3.2. GA-optimized RL agent #
The GA-controlled snake also learns via DQN, but periodically updates training hyperparameters using genetic search:
_, best_params, _ = ga_genetic.genetic(
NUM_GENERATIONS,
score=ga_score,
record=ga_record,
steps=arena.frame_iteration,
collisions=0,
same_positions_counter=0,
game_metrics_list=ga_metrics
)
ga_agent.update_hyperparameters(ga_genetic.get_current_parameters())
if completed_rounds % 20 == 0 and isinstance(best_params, dict):
ga_agent.update_hyperparameters(best_params)
This allows GA-RL to adapt exploration and learning behavior while competing.
3.3. Hamiltonian controller #
The Hamiltonian snake does not train; it computes deterministic moves from cycle neighbors using _hamiltonian_move
ham_action = _hamiltonian_move(arena.get_view('ham'), next_lookup, prev_lookup)

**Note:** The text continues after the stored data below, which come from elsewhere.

def _check_duplicates(c: _Collector, project: Project) -> None:
    by_file: dict = {}
    for st in project.states.values():
        key = project.label(st.geometry)
        if key in by_file:
            c.add("error", "DUP-FILE", f"the geometry file is also the geometry of state '{by_file[key]}'; "
                                       "two states cannot be one calculation", state=st.name, file=key)
        else:
            by_file[key] = st.name
    # same structure, same energy: sort by energy and compare only within the energy window
    labels = {n: project.label(st.geometry) for n, st in project.states.items()}
    order = {n: i for i, n in enumerate(project.states)}
    items = sorted(((st.geometry.energy_hartree, n) for n, st in project.states.items()
                    if st.geometry.energy_hartree is not None and st.geometry.coordinates_angstrom),
                   key=lambda x: x[0])
    for i, (ea, na) in enumerate(items):
        a = project.states[na].geometry
        for eb, nb in items[i + 1:]:
            if eb - ea > DUPLICATE_ENERGY_HARTREE:
                break
            b = project.states[nb].geometry
            if labels[na] == labels[nb] or a.elements != b.elements:
                continue
            first, second = sorted((na, nb), key=order.get)
            if geometry.kabsch_rmsd(a.coordinates_angstrom, b.coordinates_angstrom) <= SAME_GEOMETRY_RMSD_ANGSTROM:
                c.add("warning", "DUP-STATE", f"'{first}' and '{second}' are the same structure (RMSD <= "
                                              f"{SAME_GEOMETRY_RMSD_ANGSTROM} A) with the same energy; both "
                                              "optimisations reached one minimum", state=second,
                      record=project.states[second].geometry)


def _check_sources(c: _Collector, project: Project, previous_sources) -> None:
    if isinstance(previous_sources, Mapping):
        prev = {str(k): (v["sha256"] if isinstance(v, Mapping) else str(v)) for k, v in previous_sources.items()}
    else:
        prev = {str(s["path"]): str(s["sha256"]) for s in previous_sources}
    used = set()
    for path, rec in project.records.items():
        label = project.label(path)
        used.add(label)
        if label not in prev:
            c.add("info", "SRC-NEW", "this file was not part of the last build", file=label)
        elif prev[label] != rec.source.sha256:
            c.add("warning", "SRC-CHANGED", f"the file changed since the last build (SHA-256 {prev[label][:12]}... "
                                            f"then, {rec.source.sha256[:12]}... now); rebuild the dossier",
                  file=label)
    for label in prev:
        if label not in used:
            c.add("info", "SRC-GONE", "the last build used this file; the manifest no longer names it", file=label)


def run_checks(project: Project, *, previous_sources=None) -> list[Finding]:
    """All findings for a project; errors first, then warnings, then infos."""
    c = _Collector(project)
    for w in project.warnings:
        c.add("warning", "MANIFEST", w)
    for st in project.states.values():
        _check_state(c, project, st)
    for pw in project.pathways:
        _check_pathway(c, project, pw)
    for fam in project.isomer_families:
        what = f"isomer family '{fam.name}'"
        _check_structures_agree(c, fam.states, project, what, require_order=False)
        _check_levels(c, project, fam.states, [fam.recipe], what)
    _check_duplicates(c, project)
    if previous_sources is not None:
        _check_sources(c, project, previous_sources)
    order = {s: i for i, s in enumerate(SEVERITIES)}
    return sorted(c.items, key=lambda f: order[f.severity])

Its strength is consistency and survival; its weakness is reduced tactical flexibility for short-term food races.
4 Training and Evaluation Flow #
At round end, both learning agents perform long-memory updates, while Hamiltonian only resets game state:
if round_done:
completed_rounds += 1
ga_agent.n_games += 1
rl_agent.n_games += 1
ga_agent.train_long_memory()
rl_agent.train_long_memory()
...
arena._reset_round()
This structure supports two key measurements:
- Win rate (
arena.wins) as direct adversarial outcome - Score trends per model for efficiency and consistency
5 Running the Battle Modes #
5.1. Same-board adversarial battle (direct interaction) #
python agent_RL.py battle
Aliases supported by the CLI: arena, fight, vs.

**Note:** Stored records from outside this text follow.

class JackServer:
    """A private JACK dummy server. ``with JackServer() as srv: ...`` starts and stops it."""

    POOL = tuple(f"fmtest-{i}" for i in range(8))

    def __init__(
        self,
        name: Optional[str] = None,
        samplerate: int = 48000,
        period: int = 128,
        capture: int = 16,
        playback: int = 16,
        log_path: Optional[Path] = None,
    ):
        self._fixed_name = name
        self.name = name or self.POOL[0]
        self.samplerate = int(samplerate)
        self.period = int(period)
        self.capture = int(capture)
        self.playback = int(playback)
        self.log_path = Path(log_path) if log_path else None
        self.proc: Optional[subprocess.Popen] = None
        self._out = None
        self.starts = 0

    # ------------------------------------------------------------ environment
    def env(self, base: Optional[dict] = None) -> dict:
        env = dict(os.environ if base is None else base)
        env["JACK_DEFAULT_SERVER"] = self.name
        env["JACK_NO_START_SERVER"] = "1"
        return env

    @property
    def command(self) -> list[str]:
        return [
            "jackd", "-n", self.name, "--no-realtime",
            "-d", "dummy", "-r", str(self.samplerate), "-p", str(self.period),
            "-C", str(self.capture), "-P", str(self.playback),
        ]  # fmt: skip

    # ------------------------------------------------------------ lifecycle
    def _name_in_use(self, name: str) -> bool:
        env = self.env()
        env["JACK_DEFAULT_SERVER"] = name
        try:
            r = subprocess.run(["jack_lsp"], env=env, capture_output=True, text=True, timeout=5.0)
        except subprocess.TimeoutExpired:
            return True
        return r.returncode == 0

    def start(self, timeout: float = 15.0) -> "JackServer":
        """Start the server (again, under the same name after a stop); wait until it serves ports."""
        if self.running:
            return self
        if self._fixed_name is None and self.starts == 0:
            # first start: a pool name no running server uses (a restart keeps the name)
            free = [n for n in self.POOL if not self._name_in_use(n)]
            if not free:
                raise JackError(f"every test server name is in use ({', '.join(self.POOL)})")
            candidates = free
        else:
            candidates = [self.name]
        errors = []
        for name in candidates:
            self.name = name
            try:
                return self._start_once(timeout)
            except JackError as exc:
                errors.append(str(exc))
                if "already active" not in str(exc) and "in use" not in str(exc):
                    break
        raise JackError("; ".join(errors))

    def _start_once(self, timeout: float) -> "JackServer":
        import tempfile

        out = tempfile.TemporaryFile()
        self.proc = subprocess.Popen(self.command, env=self.env(), stdout=out, stderr=subprocess.STDOUT, stdin=subprocess.DEVNULL)
        self._out = out
        self.starts += 1
        deadline = time.monotonic() + timeout
        while time.monotonic() < deadline:
            if self.proc.poll() is not None:
                rc, text = self.proc.returncode, self._output()
                hint = ""
                if "Too many servers" in text:
                    hint = (" (JACK's server registry /dev/shm/jack-shm-registry is full of stale entries;"
                            " with no jackd running it can be removed)")
                self.proc = None
                self._out.close()
                self._out = None
                first = text.strip().splitlines()[0] if text.strip() else "no output"
                raise JackError(f"jackd exited with status {rc} at start ({' '.join(self.command)}): {first}{hint}")
            try:
                if "system:playback_1" in self.ports(timeout=3.0):
                    return self
            except (JackError, subprocess.TimeoutExpired):
                pass
            time.sleep(0.1)
        self.stop()
        raise JackError(f"jackd did not come up within {timeout:g} s")

    def _output(self) -> str:
        """What jackd printed so far (also appended to the log file, if one was given)."""
        out = getattr(self, "_out", None)
        if out is None:
            return ""
        out.seek(0)
        text = out.read().decode("utf-8", "replace")
        return text

    @property
    def running(self) -> bool:
        return self.proc is not None and self.proc.poll() is None

    def stop(self, timeout: float = 5.0) -> None:
        p = self.proc
        if p is not None and p.poll() is None:
            p.send_signal(signal.SIGTERM)
            try:
                p.wait(timeout)
            except subprocess.TimeoutExpired:
                p.kill()
                p.wait(timeout)
        self.proc = None
        out = getattr(self, "_out", None)
        if out is not None:
            if self.log_path:
                with open(self.log_path, "a", encoding="utf-8") as log:
                    log.write(self._output())
            out.close()
            self._out = None
        self._clean_shm()

    def _clean_shm(self) -> None:
        """Remove the semaphores / shm files a stopped server of *this name* left behind."""
        for path in glob.glob(f"/dev/shm/jack_sem.*_{self.name}_*") + glob.glob(f"/dev/shm/jack_{self.name}_*"):
            try:
                os.unlink(path)
            except OSError:
                pass

    def __enter__(self) -> "JackServer":
        return self.start()

    def __exit__(self, *exc) -> None:
        self.stop()

    # ------------------------------------------------------------ ports
    def _run(self, args: Sequence[str], timeout: float = 5.0) -> subprocess.CompletedProcess:
        return subprocess.run(list(args), env=self.env(), capture_output=True, text=True, timeout=timeout)

    def ports(self, timeout: float = 5.0) -> list[str]:
        r = self._run(["jack_lsp"], timeout)
        if r.returncode != 0:
            raise JackError(f"jack_lsp failed: {r.stderr.strip() or r.stdout.strip()}")
        return [ln.strip() for ln in r.stdout.splitlines() if ln.strip()]

    def connections(self, timeout: float = 5.0) -> dict[str, list[str]]:
        """``jack_lsp -c`` as {port: [connected ports]} (every port listed, connected or not)."""
        r = self._run(["jack_lsp", "-c"], timeout)
        if r.returncode != 0:
            raise JackError(f"jack_lsp -c failed: {r.stderr.strip() or r.stdout.strip()}")
        out: dict[str, list[str]] = {}
        current = None
        for ln in r.stdout.splitlines():
            if not ln.strip():
                continue
            if ln[:1].isspace():
                if current is not None:
                    out[current].append(ln.strip())
            else:
                current = ln.strip()
                out[current] = []
        return out

    def connect(self, a: str, b: str) -> None:
        r = self._run(["jack_connect", a, b])
        if r.returncode != 0 and b not in self.connections().get(a, []):
            raise JackError(f"jack_connect {a} {b} failed: {r.stderr.strip() or r.stdout.strip()}")

    def disconnect(self, a: str, b: str) -> None:
        r = self._run(["jack_disconnect", a, b])
        if r.returncode != 0 and b in self.connections().get(a, []):
            raise JackError(f"jack_disconnect {a} {b} failed: {r.stderr.strip() or r.stdout.strip()}")

    def disconnect_all(self, port: str) -> None:
        for other in list(self.connections().get(port, [])):
            self.disconnect(port, other)

    def client_ports(self, client: str) -> list[str]:
        return [p for p in self.ports() if p.split(":", 1)[0] == client]

    def io_ports(self, client: str) -> tuple[list[str], list[str]]:
        """(input ports, output ports) of a PortAudio client, in channel order (``in_N`` / ``out_N``)."""

        def num(p: str) -> int:
            tail = p.rsplit("_", 1)[-1]
            return int(tail) if tail.isdigit() else 0

        ports = self.client_ports(client)
        return (sorted((p for p in ports if ":in_" in p), key=num), sorted((p for p in ports if ":out_" in p), key=num))

    def wait_for_ports(self, client: str, count: int, timeout: float = 10.0) -> list[str]:
        deadline = time.monotonic() + timeout
        while True:
            ports = self.client_ports(client)
            if len(ports) >= count:
                return ports
            if time.monotonic() > deadline:
                raise JackError(f"client {client!r} has {len(ports)} ports, expected {count} (all ports: {self.ports()})")
            time.sleep(0.05)


# ===================================================================== probe client
class Probe:
    """Drive a ``probe`` JACK client in a subprocess: a sine on out_1, recording on request."""

    def __init__(self, server: JackServer, client: str, freq: float = 1000.0, amp: float = 0.5, inputs: int = 2, blocksize: int = 0):
        self.server = server
        self.client = client
        pkg_root = str(Path(__file__).resolve().parents[2])
        env = server.env()
        env["PYTHONPATH"] = pkg_root + (os.pathsep + env["PYTHONPATH"] if env.get("PYTHONPATH") else "")
        cmd = [
            sys.executable, "-m", "fieldmix.audio.jackutil", "probe",
            "--client", client, "--freq", str(freq), "--amp", str(amp),
            "--inputs", str(inputs), "--samplerate", str(server.samplerate), "--blocksize", str(blocksize),
        ]  # fmt: skip
        self.proc = subprocess.Popen(cmd, env=env, stdin=subprocess.PIPE, stdout=subprocess.PIPE, stderr=subprocess.PIPE, text=True, bufsize=1)
        line = self._readline(20.0)
        if not line.startswith("ready"):
            err = self._stderr()
            self.close()
            raise JackError(f"probe did not start: {line!r} {err}")

    def _readline(self, timeout: float) -> str:
        import select

        deadline = time.monotonic() + timeout
        while time.monotonic() < deadline:
            r, _, _ = select.select([self.proc.stdout], [], [], 0.1)
            if r:
                return self.proc.stdout.readline().strip()
            if self.proc.poll() is not None:
                return ""
        raise JackError("probe did not answer in time")

    def _stderr(self) -> str:
        if self.proc.poll() is None:
            return ""
        try:
            return self.proc.stderr.read()[-2000:]
        except Exception:
            return ""

    def record(self, seconds: float, path: Path, timeout: float = 10.0) -> Path:
        """Record ``seconds`` of every probe input into ``path`` (float WAV)."""
        self.start_record(seconds, path)
        return self.finish_record(timeout)["path"]

    def start_record(self, seconds: float, path: Path) -> None:
        """Begin a recording and return at once (the caller acts meanwhile); then :meth:`finish_record`."""
        self._rec_seconds = float(seconds)
        self._rec_path = Path(path)
        self.proc.stdin.write(f"rec {seconds} {path}\n")
        self.proc.stdin.flush()

    def finish_record(self, timeout: float = 10.0) -> dict:
        """Wait for the recording begun by :meth:`start_record`.

        Returns ``path``; ``t0``, the ``time.monotonic()`` (CLOCK_MONOTONIC, shared by every
        process on the machine) at which the callback holding the first recorded frame began;
        ``flagged``, callbacks in the recording with a PortAudio status flag; ``late_ms``, how
        far the last callback ran behind the clock implied by ``t0`` and the frames recorded
        (a callback JACK skipped shows as a block or more)."""
        line = self._readline(timeout + getattr(self, "_rec_seconds", 0.0))
        parts = line.split()
        if not parts or parts[0] != "ok":
            raise JackError(f"probe recording failed: {line!r} {self._stderr()}")
        info = {"path": getattr(self, "_rec_path", None) or Path(parts[1]), "t0": None, "flagged": None, "late_ms": None}
        if len(parts) >= 5:
            info.update(t0=float(parts[-3]), flagged=int(parts[-2]), late_ms=float(parts[-1]))
        return info

    def close(self, timeout: float = 5.0) -> None:
        if self.proc.poll() is None:
            try:
                self.proc.stdin.write("quit\n")
                self.proc.stdin.flush()
            except (BrokenPipeError, OSError, ValueError):
                pass
            try:
                self.proc.wait(timeout)
            except subprocess.TimeoutExpired:
                self.proc.kill()
                self.proc.wait(timeout)
        for f in (self.proc.stdin, self.proc.stdout, self.proc.stderr):
            try:
                f.close()
            except Exception:
                pass


_CLIENT_NAME_BUF = None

5.2. Side-by-side comparison mode (parallel, non-interacting boards) #
python agent_RL.py compare
Alias: all3.
6 Interpretation Notes #
When reading results, compare all three dimensions together:
- Wins: who survives and closes rounds.
- Score: who collects food most effectively.
- Stability: variance across many rounds/games.
In practice, this adversarial page complements the single-model analysis by showing how each policy behaves when exposed to a more competitive and dynamic evaluation protocol.